ASSIGNMENT: Please return only the lines from the one holding "shallow = ((CHANNEL_FROM" through the one holding "return 60 *", exactly as they appear in the records below, both ends included.

DATASET:
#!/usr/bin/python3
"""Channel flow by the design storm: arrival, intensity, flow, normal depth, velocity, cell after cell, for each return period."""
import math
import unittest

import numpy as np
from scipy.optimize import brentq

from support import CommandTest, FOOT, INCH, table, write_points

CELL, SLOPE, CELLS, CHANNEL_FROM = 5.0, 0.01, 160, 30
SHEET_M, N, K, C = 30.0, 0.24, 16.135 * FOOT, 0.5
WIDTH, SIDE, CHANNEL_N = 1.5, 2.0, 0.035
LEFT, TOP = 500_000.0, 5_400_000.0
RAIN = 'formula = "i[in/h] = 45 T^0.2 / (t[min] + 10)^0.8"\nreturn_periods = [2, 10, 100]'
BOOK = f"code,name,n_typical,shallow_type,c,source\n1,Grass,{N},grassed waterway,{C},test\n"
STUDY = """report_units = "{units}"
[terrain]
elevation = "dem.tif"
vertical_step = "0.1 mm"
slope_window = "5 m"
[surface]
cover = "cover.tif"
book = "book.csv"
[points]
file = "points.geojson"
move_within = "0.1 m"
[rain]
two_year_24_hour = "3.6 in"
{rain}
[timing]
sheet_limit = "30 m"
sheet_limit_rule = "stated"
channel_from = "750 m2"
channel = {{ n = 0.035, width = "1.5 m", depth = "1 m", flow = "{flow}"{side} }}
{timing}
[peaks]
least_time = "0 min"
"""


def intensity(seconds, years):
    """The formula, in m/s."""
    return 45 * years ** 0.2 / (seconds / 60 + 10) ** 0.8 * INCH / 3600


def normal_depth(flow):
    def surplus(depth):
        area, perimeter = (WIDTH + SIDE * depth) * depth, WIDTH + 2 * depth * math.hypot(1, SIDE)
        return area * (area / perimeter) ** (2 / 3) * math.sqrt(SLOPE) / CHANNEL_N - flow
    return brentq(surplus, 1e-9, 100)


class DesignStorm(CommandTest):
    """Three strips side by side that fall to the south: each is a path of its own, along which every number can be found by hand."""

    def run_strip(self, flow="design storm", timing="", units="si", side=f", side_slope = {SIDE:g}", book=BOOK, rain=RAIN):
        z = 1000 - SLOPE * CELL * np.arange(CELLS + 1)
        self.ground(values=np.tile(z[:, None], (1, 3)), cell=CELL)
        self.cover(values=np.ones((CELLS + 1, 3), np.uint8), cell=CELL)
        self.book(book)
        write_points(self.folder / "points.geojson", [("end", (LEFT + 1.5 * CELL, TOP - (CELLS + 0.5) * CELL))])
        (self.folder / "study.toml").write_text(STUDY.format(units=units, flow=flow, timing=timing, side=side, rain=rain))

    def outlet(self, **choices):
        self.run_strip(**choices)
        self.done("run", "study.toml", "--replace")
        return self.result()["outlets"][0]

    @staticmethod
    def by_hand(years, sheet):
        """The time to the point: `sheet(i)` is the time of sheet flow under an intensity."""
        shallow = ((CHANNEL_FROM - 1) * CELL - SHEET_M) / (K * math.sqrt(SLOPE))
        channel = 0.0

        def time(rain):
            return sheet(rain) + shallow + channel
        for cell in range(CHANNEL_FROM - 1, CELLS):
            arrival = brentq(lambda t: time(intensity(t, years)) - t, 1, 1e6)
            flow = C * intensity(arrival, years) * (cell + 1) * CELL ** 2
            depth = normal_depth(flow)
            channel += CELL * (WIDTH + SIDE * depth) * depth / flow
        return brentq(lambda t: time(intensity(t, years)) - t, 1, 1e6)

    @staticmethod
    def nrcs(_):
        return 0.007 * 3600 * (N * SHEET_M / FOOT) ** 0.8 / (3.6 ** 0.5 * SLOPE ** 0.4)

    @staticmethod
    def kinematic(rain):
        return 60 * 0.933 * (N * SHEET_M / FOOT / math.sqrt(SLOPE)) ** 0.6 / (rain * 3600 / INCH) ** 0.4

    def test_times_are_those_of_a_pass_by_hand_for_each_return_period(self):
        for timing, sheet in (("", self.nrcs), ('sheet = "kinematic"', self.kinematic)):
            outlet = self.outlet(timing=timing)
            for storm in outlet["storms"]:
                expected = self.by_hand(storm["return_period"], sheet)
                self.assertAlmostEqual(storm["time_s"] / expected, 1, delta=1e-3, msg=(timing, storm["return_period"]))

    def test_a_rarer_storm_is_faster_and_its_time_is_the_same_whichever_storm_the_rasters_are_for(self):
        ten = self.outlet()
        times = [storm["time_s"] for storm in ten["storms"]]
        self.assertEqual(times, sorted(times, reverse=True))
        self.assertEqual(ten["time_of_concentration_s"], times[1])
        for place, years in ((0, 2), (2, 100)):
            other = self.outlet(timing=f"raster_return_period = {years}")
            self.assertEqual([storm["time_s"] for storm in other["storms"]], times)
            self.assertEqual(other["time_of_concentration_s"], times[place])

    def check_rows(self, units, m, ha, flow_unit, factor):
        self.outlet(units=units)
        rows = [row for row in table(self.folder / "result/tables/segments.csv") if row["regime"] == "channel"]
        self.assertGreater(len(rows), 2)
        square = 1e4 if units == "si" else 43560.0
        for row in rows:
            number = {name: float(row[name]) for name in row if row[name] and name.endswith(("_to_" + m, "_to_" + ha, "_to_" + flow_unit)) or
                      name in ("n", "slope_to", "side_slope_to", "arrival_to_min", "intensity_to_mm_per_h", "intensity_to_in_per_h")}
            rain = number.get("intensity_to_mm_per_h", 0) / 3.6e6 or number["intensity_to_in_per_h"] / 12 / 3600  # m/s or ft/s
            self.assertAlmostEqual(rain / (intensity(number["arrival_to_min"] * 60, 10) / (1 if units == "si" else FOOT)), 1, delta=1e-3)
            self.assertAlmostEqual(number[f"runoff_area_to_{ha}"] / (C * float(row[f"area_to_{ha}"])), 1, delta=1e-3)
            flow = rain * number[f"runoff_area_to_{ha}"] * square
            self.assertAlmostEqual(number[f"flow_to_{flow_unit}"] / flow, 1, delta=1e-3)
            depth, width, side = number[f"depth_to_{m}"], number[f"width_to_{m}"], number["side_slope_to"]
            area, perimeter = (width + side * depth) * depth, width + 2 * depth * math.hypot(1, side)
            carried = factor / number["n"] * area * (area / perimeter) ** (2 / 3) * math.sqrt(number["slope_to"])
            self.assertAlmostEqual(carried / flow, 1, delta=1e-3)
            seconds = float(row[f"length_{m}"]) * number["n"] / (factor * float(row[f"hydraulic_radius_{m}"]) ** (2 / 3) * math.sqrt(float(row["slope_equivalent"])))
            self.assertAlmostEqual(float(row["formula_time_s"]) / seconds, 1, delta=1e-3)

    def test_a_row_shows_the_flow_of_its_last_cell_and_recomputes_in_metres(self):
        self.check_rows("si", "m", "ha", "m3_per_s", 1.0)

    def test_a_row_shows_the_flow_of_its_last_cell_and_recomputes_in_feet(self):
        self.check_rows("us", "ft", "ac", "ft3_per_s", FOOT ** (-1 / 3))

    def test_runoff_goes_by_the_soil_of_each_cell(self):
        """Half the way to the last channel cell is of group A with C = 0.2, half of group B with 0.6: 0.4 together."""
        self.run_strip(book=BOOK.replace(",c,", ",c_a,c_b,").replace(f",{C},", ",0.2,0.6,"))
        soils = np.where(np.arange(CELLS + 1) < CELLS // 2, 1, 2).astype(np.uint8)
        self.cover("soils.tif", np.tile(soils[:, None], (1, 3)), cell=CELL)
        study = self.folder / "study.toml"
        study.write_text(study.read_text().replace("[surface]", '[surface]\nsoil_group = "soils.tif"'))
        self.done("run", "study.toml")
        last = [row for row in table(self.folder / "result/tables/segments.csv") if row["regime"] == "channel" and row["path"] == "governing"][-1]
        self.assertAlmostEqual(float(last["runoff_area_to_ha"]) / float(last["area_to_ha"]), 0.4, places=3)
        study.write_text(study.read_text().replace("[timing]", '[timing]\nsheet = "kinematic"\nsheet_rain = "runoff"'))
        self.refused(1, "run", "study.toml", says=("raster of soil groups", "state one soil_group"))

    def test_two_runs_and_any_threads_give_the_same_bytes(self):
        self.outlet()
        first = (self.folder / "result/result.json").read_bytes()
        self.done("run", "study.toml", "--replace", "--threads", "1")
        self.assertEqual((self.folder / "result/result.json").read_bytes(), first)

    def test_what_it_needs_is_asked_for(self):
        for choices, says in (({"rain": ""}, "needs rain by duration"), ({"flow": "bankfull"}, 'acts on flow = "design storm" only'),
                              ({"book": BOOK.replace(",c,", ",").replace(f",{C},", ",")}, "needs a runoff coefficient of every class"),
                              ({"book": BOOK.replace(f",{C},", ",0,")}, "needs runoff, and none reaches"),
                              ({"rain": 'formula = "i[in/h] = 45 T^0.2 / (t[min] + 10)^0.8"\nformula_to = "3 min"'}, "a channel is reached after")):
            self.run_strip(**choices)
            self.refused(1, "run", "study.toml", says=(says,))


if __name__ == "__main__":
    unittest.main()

RESULT:
        shallow = ((CHANNEL_FROM - 1) * CELL - SHEET_M) / (K * math.sqrt(SLOPE))
        channel = 0.0

        def time(rain):
            return sheet(rain) + shallow + channel
        for cell in range(CHANNEL_FROM - 1, CELLS):
            arrival = brentq(lambda t: time(intensity(t, years)) - t, 1, 1e6)
            flow = C * intensity(arrival, years) * (cell + 1) * CELL ** 2
            depth = normal_depth(flow)
            channel += CELL * (WIDTH + SIDE * depth) * depth / flow
        return brentq(lambda t: time(intensity(t, years)) - t, 1, 1e6)

    @staticmethod
    def nrcs(_):
        return 0.007 * 3600 * (N * SHEET_M / FOOT) ** 0.8 / (3.6 ** 0.5 * SLOPE ** 0.4)

    @staticmethod
    def kinematic(rain):
        return 60 * 0.933 * (N * SHEET_M / FOOT / math.sqrt(SLOPE)) ** 0.6 / (rain * 3600 / INCH) ** 0.4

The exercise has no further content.